Ok. This seems to be missing in the PEP.
Yeah, actually quite a bit is missing. Because I wanted to float the idea for discussion before "getting the details perfect" (which of course they wouldn't be if it was just my input producing them).
In this code, where is PyArray_GetField coming from?
This is a NumPy Specific C-API. That's why I was confused about why you wanted me to show how I would do it.
But, what you are actually asking is how would another application use the data-type information to do the same thing using the data-type object and a pointer to memory. Is that correct?
This is a reasonable thing to request. And your example is a good one. I will use the PEP to explain it.
Ultimately, the code you are asking for will have to have some kind of dispatch table for different binary code depending on the actual data-types being shared (unless all that is needed is a copy in which case just the size of the element area can be used). In my experience, the dispatch table must be present for at least the "simple" data-types. The data-types built up from there can depend on those.

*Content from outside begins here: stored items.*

/// Largest decompressed size of one part of a workbook package (a sheet, the shared
/// strings) [bytes]: 1 GiB, several times the sheet XML of a full 1,048,576-row sheet of
/// campaign data. The zip reader holds every part to its declared size, so the declared
/// sizes bound what is decompressed.
pub(crate) const MAX_PART_BYTES: u64 = 1 << 30;
/// Largest decompressed size of a whole workbook package [bytes].
pub(crate) const MAX_PACKAGE_BYTES: u64 = 2 << 30;
/// Largest ratio of decompressed to compressed size of a part larger than
/// [`RATIO_FLOOR_BYTES`]: spreadsheet XML of real data compresses 5–50 fold; deflate can
/// reach about 1,000 fold only on runs of one repeated text (a "zip bomb").
pub(crate) const MAX_RATIO: u64 = 200;
/// Parts up to this size are not judged by their ratio [bytes].
pub(crate) const RATIO_FLOOR_BYTES: u64 = 16 << 20;
/// A sheet's used range is read only when it spans at most this many cells, or at most
/// [`MAX_SPARSENESS`] times the cells it holds (the cells of a sheet are held in a
/// rectangle over its used range).
pub(crate) const DENSE_CELLS: u64 = 1 << 22;
pub(crate) const MAX_SPARSENESS: u64 = 8;
/// Most fields of a csv line: the columns of a worksheet (XFD).
pub(crate) const MAX_CSV_FIELDS: usize = 16_384;

/// The kind of an input file, from its extension.
#[derive(Debug, Clone, Copy, PartialEq, Eq)]
pub(crate) enum FileKind {
    Workbook,
    Csv,
    Parquet,
}

pub(crate) fn file_kind(path: &Path) -> Result<FileKind, IngestError> {
    let ext = path
        .extension()
        .and_then(|e| e.to_str())
        .map(str::to_ascii_lowercase)
        .unwrap_or_default();
    match ext.as_str() {
        "xlsx" | "xlsm" | "xls" | "ods" | "xlsb" => Ok(FileKind::Workbook),
        "csv" | "txt" | "tsv" => Ok(FileKind::Csv),
        "parquet" | "pq" => Ok(FileKind::Parquet),
        _ => Err(IngestError::Unreadable {
            path: path.display().to_string(),
            reason: format!(
                "the extension \"{ext}\" is not one of xlsx, xlsm, xls, ods, csv or parquet"
            ),
        }),
    }
}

In NumPy, the data-type objects have function pointers to accomplish all the things NumPy does quickly. So, each data-type object in NumPy points to a function-pointer table and the NumPy code defers to it to actually accomplish the task (much like Python really).
Not all libraries will support working with all data-types. If they don't support it, they just raise an error indicating that it's not possible to share that kind of data.
What does it do? If I wanted to write this code from scratch, what should I write instead? Since this is all about a flat memory block, I'm surprised I need "true" Python objects for the field values in there.
Well, actually, the block could be "strided" as well.
So, you would write something that gets the pointer to the memory and then gets the extended information (dimensionality, shape, and strides, and data-format object). Then, you would get the offset of the field you are interested in from the start of the element (it's stored in the data-format representation).
Then do a memory copy from the right place (using the array iterator in NumPy you can actually do it without getting the shape and strides information first but I'm holding off on that PEP until an N-d array is proposed for Python). I'll write something like that as an example and put it in the PEP for the extended buffer protocol.
But, the other option (especially for code already written) would be to just convert the data-format specification into it's own internal representation.
Ok, so your assumption is that consumers already have their own machinery, in which case ease-of-use would be the question how difficult it is to convert datatype objects into the internal representation.